» ABOUT THIS EXERCISE
Go through the data below. Pull out every line that has the word "statisticsMs".

» GIVEN ENTRIES

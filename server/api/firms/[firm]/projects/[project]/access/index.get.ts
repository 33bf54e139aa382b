// GET /api/firms/:firm/projects/:project/access — client users who may see the project's releases
import { CHIEFS } from '../../../../../../../shared/roles'
import { listAccess } from '../../../../../../../server/services/access'

export default defineApiHandler(async (event) => {
  const ctx = await requireFirmMember(event, CHIEFS)
  const project = await requireProject(event, ctx)
  return listAccess(ctx, project)
})
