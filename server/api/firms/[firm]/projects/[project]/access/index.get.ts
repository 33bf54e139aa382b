// GET /api/firms/:firm/projects/:project/access — client users who may see the project's releases
import { CHIEFS, STAFF } from '../../../../../../../shared/roles'
import { listAccess } from '../../../../../../../server/services/access'

export default defineApiHandler(async (event) => {
  // project first, so another firm's project answers 404 whatever the role
  const ctx = await requireFirmMember(event, STAFF)
  const project = await requireProject(event, ctx)
  if (!CHIEFS.includes(ctx.role)) throw forbidden()
  return listAccess(ctx, project)
})
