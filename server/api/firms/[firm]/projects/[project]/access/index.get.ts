// GET /api/firms/:firm/projects/:project/access — client users who may see the project's releases
import { CHIEFS } from '../../../../../../../shared/roles'
import { listAccess } from '../../../../../../services/access'

export default defineFirmRoute({ roles: CHIEFS, project: true }, ({ ctx, project }) => listAccess(ctx, project))
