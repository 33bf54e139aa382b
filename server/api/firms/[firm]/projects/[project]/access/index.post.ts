// POST /api/firms/:firm/projects/:project/access — grant a client user access to the project's releases
import { CHIEFS, STAFF } from '../../../../../../../shared/roles'
import { accessGrantSchema, grantAccess } from '../../../../../../../server/services/access'

export default defineApiHandler(async (event) => {
  // project first, so another firm's project answers 404 whatever the role
  const ctx = await requireFirmMember(event, STAFF)
  const project = await requireProject(event, ctx)
  if (!CHIEFS.includes(ctx.role)) throw forbidden()
  const body = await parseBody(event, accessGrantSchema)
  const out = await grantAccess(ctx, project, body)
  setResponseStatus(event, out.created ? 201 : 200)
  return out
})
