// POST /api/firms/:firm/projects/:project/access — grant a client user access to the project's releases
import { CHIEFS } from '../../../../../../../shared/roles'
import { accessGrantSchema, grantAccess } from '../../../../../../../server/services/access'

export default defineApiHandler(async (event) => {
  const ctx = await requireFirmMember(event, CHIEFS)
  const project = await requireProject(event, ctx)
  const body = await parseBody(event, accessGrantSchema)
  const out = await grantAccess(ctx, project, body)
  setResponseStatus(event, out.created ? 201 : 200)
  return out
})
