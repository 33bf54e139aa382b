// GET /api/firms/:firm/projects/:project/adjustments/:number/export/coordinates.csv — the run's coordinates as CSV in project units
import { STAFF } from '../../../../../../../../../shared/roles'
import { exportCsv } from '../../../../../../../../services/adjustments'

export default defineFirmRoute({ roles: STAFF, project: true }, async ({ event, ctx, project }) => {
  const file = await exportCsv(ctx, project, idParam(event, 'number'), 'coordinates')
  setResponseHeader(event, 'content-type', 'text/csv; charset=utf-8')
  setResponseHeader(event, 'content-disposition', `attachment; filename="${file.fileName}"`)
  return file.text
})
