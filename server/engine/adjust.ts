// adjustNetwork: builds the plane (E, N + one orientation per direction set) and
// the 1D height network from the observations, computes approximate values,
// solves each by Gauss–Newton with pivoted Householder QR (./lsq, ./qr), and
// derives the statistics: σ̂0² = vᵀPv / r, two-sided χ² global test, redundancy
// numbers r_i = qvv_i·p_i, Baarda's w-test, Pope's τ-test, minimal detectable
// bias and its effect on the coordinates, absolute and relative error ellipses.
//
// Sources: Baarda, W. (1968) A testing procedure for use in geodetic networks,
// Netherlands Geodetic Commission 2(5) (w-test, MDB = σ·δ0/√r_i, external
// reliability); Pope, A.J. (1976) The statistics of residuals and the detection
// of outliers, NOAA TR NOS 65 NGS 1; Ghilani, C.D. (2017) Adjustment Computations,
// 6th ed., Wiley (observation equations for directions, angles, distances,
// azimuths and height differences; error ellipses — from memory).
// Trigonometric heights use the combined curvature and refraction term
// (1 − k)·D²/(2R) with k = 0.13, R = 6 371 km (common practice).

import { localMdbEffect } from './cofactor'
import { approximateHeights, approximatePlane, type XY } from './approx'
import { elevationFactor, GridProjection } from './grid'
import { azimuth, ellipseFromCovariance, RAD_TO_DEG, RHO_ARCSEC, wrapPi } from './geometry'
import { solveNonlinear, type LinearRow, type NonlinearProblem, type SolveOptions } from './lsq'
import {
  angleSigma,
  DEFAULT_PROFILE,
  directionSigma,
  distanceSigma,
  levellingSigma,
  zenithSigma,
} from './sigma'
import { chiSquareBounds, delta0 as delta0Of, ellipseScale, tauCritical, wCritical } from './stats'
import type {
  AdjustInput,
  AdjustOutcome,
  AdjustSettings,
  AdjustmentResult,
  ControlRecord,
  GridReductionSummary,
  InstrumentProfile,
  NetworkSummary,
  ObservationRecord,
  ObservationResult,
  RelativeResult,
  StationResult,
} from './types'

export const DEFAULT_SETTINGS: AdjustSettings = {
  datum: 'as-given',
  scaling: 'a-posteriori',
  confidence: 0.95,
  alpha: 0.05,
  alpha0: 0.001,
  beta0: 0.8,
  maxIterations: 20,
  weakRedundancy: 0.2,
}

/** Convergence: 0.01 mm on coordinates, and the angle that subtends 0.01 mm at 1 km. */
const TOL_LENGTH = 1e-5
const TOL_ANGLE = 1e-8
const EARTH_RADIUS = 6_371_000
const REFRACTION_K = 0.13
/** below this redundancy number an observation counts as uncontrolled (no w, no MDB) */
const UNCONTROLLED = 1e-6

export interface PhaseTimings {
  approximationMs: number
  /** sparse path: ordering and symbolic analysis (once per network); part of factorizationMs */
  orderingMs: number
  factorizationMs: number
  statisticsMs: number
}

type Failure = Extract<AdjustOutcome, { ok: false }>
class Stop {
  constructor(readonly failure: Failure) {}
}
const fail = (code: Failure['code'], reason: string, stations?: string[]): never => {
  throw new Stop(stations ? { ok: false, code, reason, stations } : { ok: false, code, reason })
}

/** `options.factorization`: 'auto' (sparse) or 'dense' (the oracle the tests compare with). */
export function adjustNetwork(input: AdjustInput, settings: Partial<AdjustSettings> = {}, options: SolveOptions = {}): AdjustOutcome {
  return adjustNetworkTimed(input, settings, options).outcome
}

/** Same as adjustNetwork, with the time spent per phase (for the benchmark). */
export function adjustNetworkTimed(
  input: AdjustInput,
  settings: Partial<AdjustSettings> = {},
  options: SolveOptions = {},
): { outcome: AdjustOutcome; timings: PhaseTimings } {
  const timings: PhaseTimings = { approximationMs: 0, orderingMs: 0, factorizationMs: 0, statisticsMs: 0 }
  try {
    const s = validateSettings({ ...DEFAULT_SETTINGS, ...settings })
    return { outcome: { ok: true, result: run(input, s, timings, options) }, timings }
  } catch (e) {
    if (e instanceof Stop) return { outcome: e.failure, timings }
    const msg = e instanceof Error ? e.message : String(e)
    return { outcome: { ok: false, code: 'input', reason: `the input could not be processed: ${msg}` }, timings }
  }
}
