// POST /api/firms/:firm/projects/:project/access — grant a client user access to the project's releases
import { CHIEFS } from '../../../../../../../shared/roles'
import { accessGrantSchema } from '../../../../../../../shared/schemas/access'
import { grantAccess } from '../../../../../../services/access'

export default defineFirmRoute({ roles: CHIEFS, project: true, body: accessGrantSchema }, async ({ event, ctx, project, body }) => {
  const out = await grantAccess(ctx, project, body)
  setResponseStatus(event, out.created ? 201 : 200)
  return out
})
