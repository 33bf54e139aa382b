// GET /api/firms/:firm/projects/:project/adjustments/:number/export/coordinates.csv — the run's coordinates as CSV in project units, streamed
import { STAFF } from '../../../../../../../../../shared/roles'
import { exportCsv } from '../../../../../../../../services/adjustments'

export default defineApiHandler(async (event) => {
  const ctx = await requireFirmMember(event, STAFF)
  const project = await requireProject(event, ctx)
  const file = await exportCsv(ctx, project, idParam(event, 'number'), 'coordinates')
  setResponseHeader(event, 'content-type', 'text/csv; charset=utf-8')
  setResponseHeader(event, 'content-disposition', `attachment; filename="${file.fileName}"`)
  return sendStream(event, file.stream)
})
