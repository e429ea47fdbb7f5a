//! Times the tally on a generated 3,000-district × 24-group × 4-party dataset.
//! Run with `cargo bench -p stratamap --bench tally`; it prints figures, asserts nothing.
//! `STRATAMAP_BENCH_REPS` sets the number of recomputes (2,000), and
//! `STRATAMAP_BENCH_DISTRICTS` the number of districts (3,000), and
//! `STRATAMAP_BENCH_RULE` the seat rule of every district (`winner`; a proportional rule
//! gives each district 5 seats).

use geo::{polygon, MultiPolygon};
use std::hint::black_box;
use std::time::Instant;
use stratamap::dataset::{Cells, Dataset, District, Files, Group, Party, SeatRule};
use stratamap::model::tally::{tally_into, Shifts, Tally};

fn dataset(d_count: usize, g_count: usize, k_count: usize, rule: SeatRule) -> Dataset {
    let seats = if rule.is_proportional() { 5 } else { 1 };
    // A small linear congruential sequence: reproducible numbers without a dependency.
    let mut state: u64 = 12345;
    let mut next = move || {
        state = state
            .wrapping_mul(6364136223846793005)
            .wrapping_add(1442695040888963407);
        (state >> 11) as f64 / (1u64 << 53) as f64
    };
    let mut cells = Cells::default();
    for _ in 0..d_count * g_count {
        cells.eligible.push(100.0 + next() * 5000.0);
        cells.turnout.push(0.3 + next() * 0.6);
        let raw: Vec<f64> = (0..k_count).map(|_| 0.05 + next()).collect();
        let s: f64 = raw.iter().sum();
        cells.shares.extend(raw.iter().map(|r| r / s));
    }
    Dataset {
        title: "bench".into(),
        source: "generated".into(),
        parties: (0..k_count)
            .map(|k| Party {
                id: format!("p{k}"),
                name: format!("P{k}"),
                color: "#336699".into(),
            })
            .collect(),
        axis: [0, 1],
        groups: (0..g_count)
            .map(|g| Group {
                id: format!("g{g}"),
                name: format!("G{g}"),
            })
            .collect(),
        districts: (0..d_count)
            .map(|d| District {
                id: format!("d{d}"),
                name: format!("D{d}"),
                seats,
                region: None,
                shape: MultiPolygon(vec![
                    polygon![(x: 0.0, y: 0.0), (x: 1.0, y: 0.0), (x: 1.0, y: 1.0)],
                ]),
                seat_rule: rule,
                threshold: 0.0,
            })
            .collect(),
        majority: (d_count * seats as usize / 2 + 1) as u32,
        seat_rule: rule,
        threshold: 0.0,
        presets: vec![],
        cells,
        poll: None,
        files: Files {
            districts: String::new(),
            electorate: String::new(),
            poll: None,
        },
    }
}

fn main() {
    let districts: usize = std::env::var("STRATAMAP_BENCH_DISTRICTS")
        .ok()
        .and_then(|v| v.parse().ok())
        .unwrap_or(3000);
    let rule = std::env::var("STRATAMAP_BENCH_RULE")
        .ok()
        .and_then(|v| SeatRule::from_id(&v))
        .unwrap_or(SeatRule::Winner);
    let ds = dataset(districts, 24, 4, rule);
    let mut shifts = Shifts::zero(&ds);
    let mut t = Tally::default();
    tally_into(&ds, &shifts, 0.0, None, &mut t);
    let reps: usize = std::env::var("STRATAMAP_BENCH_REPS")
        .ok()
        .and_then(|v| v.parse().ok())
        .unwrap_or(2000);
    let mut times = Vec::with_capacity(reps);
    for i in 0..reps {
        shifts.margin[i % 24] = (i % 40) as f64 - 20.0;
        shifts.turnout[(i + 7) % 24] = (i % 20) as f64 - 10.0;
        let start = Instant::now();
        tally_into(black_box(&ds), black_box(&shifts), 0.0, None, &mut t);
        times.push(start.elapsed().as_secs_f64() * 1e3);
        black_box(&t);
    }
    times.sort_by(f64::total_cmp);
    let p = |q: f64| times[((times.len() - 1) as f64 * q) as usize];
    println!(
        "tally {districts} districts x 24 groups x 4 parties, {}: p50 {:.3} ms, p95 {:.3} ms, min {:.3} ms ({reps} runs)",
        rule.id(),
        p(0.5),
        p(0.95),
        times[0]
    );
}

» RESPONSE BELOW
  statisticsMs: number
  const timings: PhaseTimings = { approximationMs: 0, orderingMs: 0, factorizationMs: 0, statisticsMs: 0 }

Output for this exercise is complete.